**PROBLEM:**
Each line of the data below that carries the word "does" needs to be copied.

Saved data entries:
=== Section Start ===

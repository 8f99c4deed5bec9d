"""The design context: supplies, pins, LEDs, ambient and tolerances a netlist is checked against.

Where it comes from (the contract's order; `find_config` returns the files that apply,
weakest first):

1. `--config FILE`, if given; else
2. `drc.toml` in the netlist's folder or the nearest folder above it; else
3. `[tool.drc]` in the nearest `pyproject.toml` above it that has a `[tool.drc]` table.
   A pyproject.toml without one does not count and the search goes on above it, so a
   Python sub-package inside a hardware repository does not hide the repository's settings.
4. On top of whichever of those applies, `STEM.toml` beside `STEM.cir` (same stem; also
   `.sp`, `.net`, `.spice`) applies to that netlist alone and wins. It is an overlay, key by
   key within each table: `[supply.VBAT] range` in the netlist's own file replaces the
   general file's `range` and keeps its `package_current`. Giving `range` drops an inherited
   `battery` and `cells` (and the other way round); giving `source` drops an inherited `net`
   (and the other way round). Labels match without regard to case.

Any of these files named `pyproject.toml` is read for its `[tool.drc]` table only.

Tables and keys of our own, beyond the contract's:

    [supply.X] package_current = "100 mA"   # the most that rail's package may deliver
    [pin.X]    clamp_above_supply = "0.3 V" # the pin's clamp conducts above supply + this
               clamp_current = "5 mA"       # the most the clamp may take
    [rule."led-headroom"]                   # per-rule settings: severity, enabled, and any
    severity = "warning"                    #   other key, kept raw for the rule to read
    enabled = false
    [house_rules] folders = ["checks"]      # folders of house rules, relative to the file
    [limits]                                # input limits
    max_elements = 1000000
    max_file_bytes = "16 MiB"               # or a whole number of bytes
    include_folders = ["lib"]               # where .include / .lib files may be found
    house_rule_time = "10 s"                # each house rule's time limit

Every quantity comes back as an SI float (temperatures in °C, shares as ratios). Every
default the context fills in is listed in `Context.assumptions` in plain words.
Input limits are not listed there: they bound the input, not the design.
"""

from __future__ import annotations

import difflib
import re
from dataclasses import dataclass, field
from pathlib import Path
from typing import Any, Iterable

from drc import profiles
from drc.errors import InputError, InputErrors, Location
from drc.quantities import parse_quantity, read_toml
from drc.units import format_si

NETLIST_SUFFIXES = (".cir", ".sp", ".net", ".spice")

# Defaults that are not in the built-in profiles, each with why.
DEFAULT_TEMPERATURE_C = (-20.0, 60.0)    # common practice for battery-powered consumer products
SPICE_NOMINAL_TEMPERATURE_C = 27.0       # SPICE's TNOM (the contract: the default nominal)
DEFAULT_RESISTOR_TOLERANCE = 0.05        # common practice: E24 film resistors
DEFAULT_CAPACITOR_TOLERANCE = 0.20       # common practice: general-purpose ceramics
DEFAULT_MAX_ELEMENTS = 1_000_000
DEFAULT_MAX_FILE_BYTES = 16 * 1024 * 1024
DEFAULT_HOUSE_RULE_SECONDS = 10.0

DRIVES = ("high", "low", "toggle", "input")
PHASES = ("normal", "inverted")
SEVERITIES = ("error", "warning", "note")

# The schema: table -> key -> kind (a parse_quantity kind, or one of ours in <>).
_SUPPLY = {"source": "<name>", "net": "<name>", "range": "<voltage range>",
           "nominal": "voltage", "battery": "<battery>", "cells": "<count>",
           "package_current": "current"}
_PIN = {"source": "<name>", "net": "<name>", "supply": "<name>",
        "output_resistance": "resistance", "max_current": "current", "drive": "<drive>",
        "frequency": "frequency", "duty": "fraction", "phase": "<phase>",
        "clamp_above_supply": "voltage", "clamp_current": "current"}
_LED = {"element": "<name>", "model": "<name>", "colour": "<colour>",
        "visible_current": "current", "max_current": "current", "max_reverse": "voltage"}
_AMBIENT = {"temperature": "<temperature range>", "nominal": "temperature"}
_TOLERANCE = {"resistor": "fraction", "capacitor": "fraction"}
_LIMITS = {"max_elements": "<count>", "max_file_bytes": "<bytes>",
           "include_folders": "<folders>", "house_rule_time": "time"}
_HOUSE_RULES = {"folders": "<folders>"}
_RULE_KNOWN = {"severity", "enabled"}

LABELLED = {"supply": _SUPPLY, "pin": _PIN, "led": _LED, "rule": None}
PLAIN = {"ambient": _AMBIENT, "tolerance": _TOLERANCE, "limits": _LIMITS,
         "house_rules": _HOUSE_RULES}
TABLES = tuple(LABELLED) + tuple(PLAIN)

# When an overlay gives a key of one side, the base's keys of the other side are dropped.
_EXCLUSIVE = {"supply": [({"range"}, {"battery", "cells"}), ({"source"}, {"net"})],
              "pin": [({"source"}, {"net"})]}

_BYTE_UNITS = {"b": 1, "kb": 1000, "kib": 1024, "mb": 1000 ** 2, "mib": 1024 ** 2,
               "gb": 1000 ** 3, "gib": 1024 ** 3}

KeyPath = tuple[str, ...]


# ---------------------------------------------------------------------------- the results

@dataclass(frozen=True, slots=True)
class SupplySpec:
    """A rail: which source or net it is, and the voltages it takes over its life.

    `low_V`/`high_V` are None when the config gives neither `range` nor `battery`: the
    analysis then uses the source's DC value. `nominal_V` is the config's own `nominal`
    or None; `nominal_at` applies the contract's default for it.
    """

    label: str
    source: str | None
    net: str | None
    low_V: float | None
    high_V: float | None
    nominal_V: float | None
    battery: str | None
    cells: int | None
    package_current_A: float | None
    location: Location

    def nominal_at(self, dc_V: float | None) -> tuple[float | None, str | None]:
        """The nominal voltage, given the source's DC value (None if none), and the
        assumption made to get it (None if the config gave it).

        Order: the config's `nominal`; the source's DC value (if inside the range);
        the battery's nominal times cells; the middle of the range.
        """
        if self.nominal_V is not None:
            return self.nominal_V, None
        if self.low_V is None or self.high_V is None:
            if dc_V is None:
                return None, None
            return dc_V, (f"{self.label}: no nominal, range or battery: the source's DC "
                          f"value {dc_V:g} V is its only voltage")
        if dc_V is not None and self.low_V <= dc_V <= self.high_V:
            return dc_V, f"{self.label}: no nominal: the source's DC value {dc_V:g} V"
        outside = (f"the source's DC value {dc_V:g} V lies outside the range; "
                   if dc_V is not None else "")
        if self.battery is not None:
            value = profiles.battery(self.battery).nominal_V * (self.cells or 1)
            return value, (f"{self.label}: no nominal: {outside}{self.battery} nominal "
                           f"{value:g} V ({self.cells or 1} cell(s)) assumed")
        value = (self.low_V + self.high_V) / 2
        return value, f"{self.label}: no nominal: {outside}the middle of the range, {value:g} V"


@dataclass(frozen=True, slots=True)
class PinSpec:
    """A port pin: a voltage source that models it, or a net a black-box part drives.

    For a pin named by `source`, `drive`, `frequency_Hz`, `duty` and `phase` are None:
    the source's own waveform gives them.
    """

    label: str
    source: str | None
    net: str | None
    supply: str | None
    output_resistance_ohm: float
    max_current_A: float
    drive: str | None              # "high", "low", "toggle", "input"
    frequency_Hz: float | None     # toggle only
    duty: float | None             # share of the period spent high, 0..1; toggle only
    phase: str | None              # "normal" or "inverted"; toggle only
    location: Location
    clamp_above_supply_V: float = 0.3
    clamp_current_A: float = 0.005


@dataclass(frozen=True, slots=True)
class LedSpec:
    """An LED's identity and ratings. With no `colour`, the ratings not given are None and
    the analysis fills them from the colour it infers (and lists that)."""

    label: str
    element: str | None
    model: str | None
    colour: str | None
    visible_current_A: float | None
    max_current_A: float | None
    max_reverse_V: float | None
    location: Location


@dataclass(frozen=True, slots=True)
class Limits:
    """Bounds on the input, so that a huge or hostile netlist fails cleanly."""

    max_elements: int = DEFAULT_MAX_ELEMENTS
    max_file_bytes: int = DEFAULT_MAX_FILE_BYTES
    include_folders: tuple[Path, ...] = ()
    house_rule_seconds: float = DEFAULT_HOUSE_RULE_SECONDS


@dataclass(frozen=True)
class Context:
    """The design context of one netlist, in SI floats, with every default it assumed."""

    files: list[str]
    supplies: dict[str, SupplySpec]
    pins: dict[str, PinSpec]
    leds: dict[str, LedSpec]
    temperature_C: tuple[float, float]
    nominal_temperature_C: float
    resistor_tolerance: float
    capacitor_tolerance: float
    rules: dict[str, dict[str, Any]]
    rule_folders: list[Path]
    limits: Limits
    assumptions: list[str]
    key_locations: dict[KeyPath, Location] = field(default_factory=dict, repr=False,
                                                   compare=False)

    def location_of(self, *path: str) -> Location | None:
        """Where a key was set, e.g. location_of("rule", "flicker", "band"); else its table's."""
        key = tuple(path)
        while key:
            if key in self.key_locations:
                return self.key_locations[key]
            key = key[:-1]
        return None

    def supply(self, name: str) -> SupplySpec | None:
        """The supply whose label, source or net is `name` (any case)."""
        return _find(self.supplies.values(), name, ("label", "source", "net"))

    def pin(self, name: str) -> PinSpec | None:
        """The pin whose label, source or net is `name` (any case)."""
        return _find(self.pins.values(), name, ("label", "source", "net"))

    def led(self, element: str, model: str | None = None) -> LedSpec | None:
        """The [led] table for an element path: by `element`, else label, else model."""
        found = _find(self.leds.values(), element, ("element",))
        found = found or _find([s for s in self.leds.values() if s.element is None],
                               element, ("label",))
        if found is None and model is not None:
            found = _find([s for s in self.leds.values() if s.element is None], model,
                          ("model", "label"))
        return found


def _find(specs: Iterable[Any], name: str, fields: tuple[str, ...]) -> Any:
    wanted = name.lower()
    for field_name in fields:
        for spec in specs:
            value = getattr(spec, field_name)
            if value is not None and value.lower() == wanted:
                return spec
    return None


# ---------------------------------------------------------------------------- discovery

def _nearest(folder: Path, name: str, accept=lambda path: True) -> Path | None:
    for candidate_folder in (folder, *folder.parents):
        candidate = candidate_folder / name
        if candidate.is_file() and accept(candidate):
            return candidate
    return None


def _has_tool_drc(path: Path) -> bool:
    data, _ = read_toml(path)
    tool = data.get("tool")
    return isinstance(tool, dict) and "drc" in tool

=== Section End ===

**ANSWER SECTION:**
   A pyproject.toml without one does not count and the search goes on above it, so a
   Python sub-package inside a hardware repository does not hide the repository's settings.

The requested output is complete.